I've had a few support contract cancellations this week. These were third parties - companies that themselves support the end customer but turn to me for help with Linux and Unix. They want to switch to a "per incident model" because their customers are experiencing difficulties and of course that just flows right along.
That's fine with me. They need to understand that I charge much more per incident, but of course if they can keep the "incidents" low enough, they may actually come out ahead, though they do have to understand that "incidents" outside of support contracts carry low priority in my mind. I lose the comfort of a monthly or yearly check, they lose my rapt attention and alacrity of response. I'm not saying I deliberately delay responding, but those who maintain their contracts come first. After that, "interesting" problems will take priority over boring stuff.
I've also turned down a few people this week.
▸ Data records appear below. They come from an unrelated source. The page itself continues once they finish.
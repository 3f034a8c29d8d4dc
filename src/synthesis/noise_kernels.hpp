// The noise renderer's sample loops (synthesis/noise_render.cpp), each compiled for AVX2 and for
// the baseline (synthesis/kernel_clones.hpp: a multiply, then an add, the same bits in every
// clone). Internal to src/synthesis.
#pragma once

#include <cstddef>

namespace wane::noise_kernels {

/// acc[n] += gain * src[n], n < count. With onto_zero, acc[n] = 0 + gain * src[n]: that sum on a
/// zeroed acc, written without the zeros being stored and read first (the same bits, the sum's
/// +0 for a product of -0 included).
void add_scaled(float* acc, const float* src, float gain, std::size_t count, bool onto_zero);

/// acc[n] += gain * (amp[n] * src[n]), n < count; onto_zero as add_scaled's.
void add_modulated(float* acc, const float* src, const float* amp, float gain, std::size_t count, bool onto_zero);

/// out[n] += frame[n] * window[n], n < count.
void add_windowed(float* out, const float* frame, const float* window, std::size_t count);

}  // namespace wane::noise_kernels
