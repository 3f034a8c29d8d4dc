// The random stream each noise band of a render draws from (synthesis/noise_render.hpp): its pool
// seed first, then one shift per frame.
#pragma once

#include <cstdint>

#include "core/patch.hpp"
#include "core/rng.hpp"

namespace wane {

/// This band's stream of the render's seed: keyed by its edges and how many bands before it have
/// the same edges (a floor band and the burst on top of it), so a band's noise does not change
/// when another band comes or goes (a change of the analysis adds or drops a burst band; with one
/// stream drawn in band order every later band's noise changed, and with it the copy's peak by up
/// to 2 dB on guitar_nylon_d3, whose low bands carry the noise's peak). The edges are read as the
/// patch file keeps them (core/patch_numbers.hpp), so a band reads the same stream before and
/// after a write and read.
splitmix64 band_stream(std::uint64_t seed, const noise_band& b, int same_edges_before);

}  // namespace wane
One wanted help with Samba on SCO - just running SCO nowadays is an idea I discourage; running Samba there is just way too much. I told them as much and referred them to the Consultants page if they insist upon pursuing this folly.
Another wanted to dicker price. Now certainly I'm in the same boat as everyone else - business is off and I'm willing to be creative on costs. But I need something offered in return. For example, my minimum charge for telephone support is $100.00. If you want that for less, there will have to be something in it for me - something like paying for three incidents in advance or agreeing that I'll schedule the call at my utmost convenience or that at the end of fifteen minutes we are done, problem solved or not. Without something coming back to me, I'm sticking at $100.00 minimum. Otherwise, feel free to browse that Consultants List for someone who might be less stubborn than I am.
Business is tough right now. I have a neighbor here forced to sell their home because they just aren't bringing in enough to pay expenses. I don't know where they are going - rents aren't cheap anywhere except in places I can't imagine them wanting to live, but apparently they feel they have to leave. I'm just squeaking by myself, but lowering rates isn't going to help that - in fact, I may raise rates for some services. There's the matter of SCO going into bankruptcy - why should I offer low rates for SCO support when it's plain that the customer should be moving off that platform as quickly as possible? I'm seriously thinking about bumping up my "per incident" charges for anything SCO related for just that reason.
So for those seeking to cut costs, yeah, I get it: times are tough all over. I feel I already offer extremely good value with my monthly and yearly support plans but if that's too much, well, it's too much. No hard feelings: we all have to do what we have to do, right?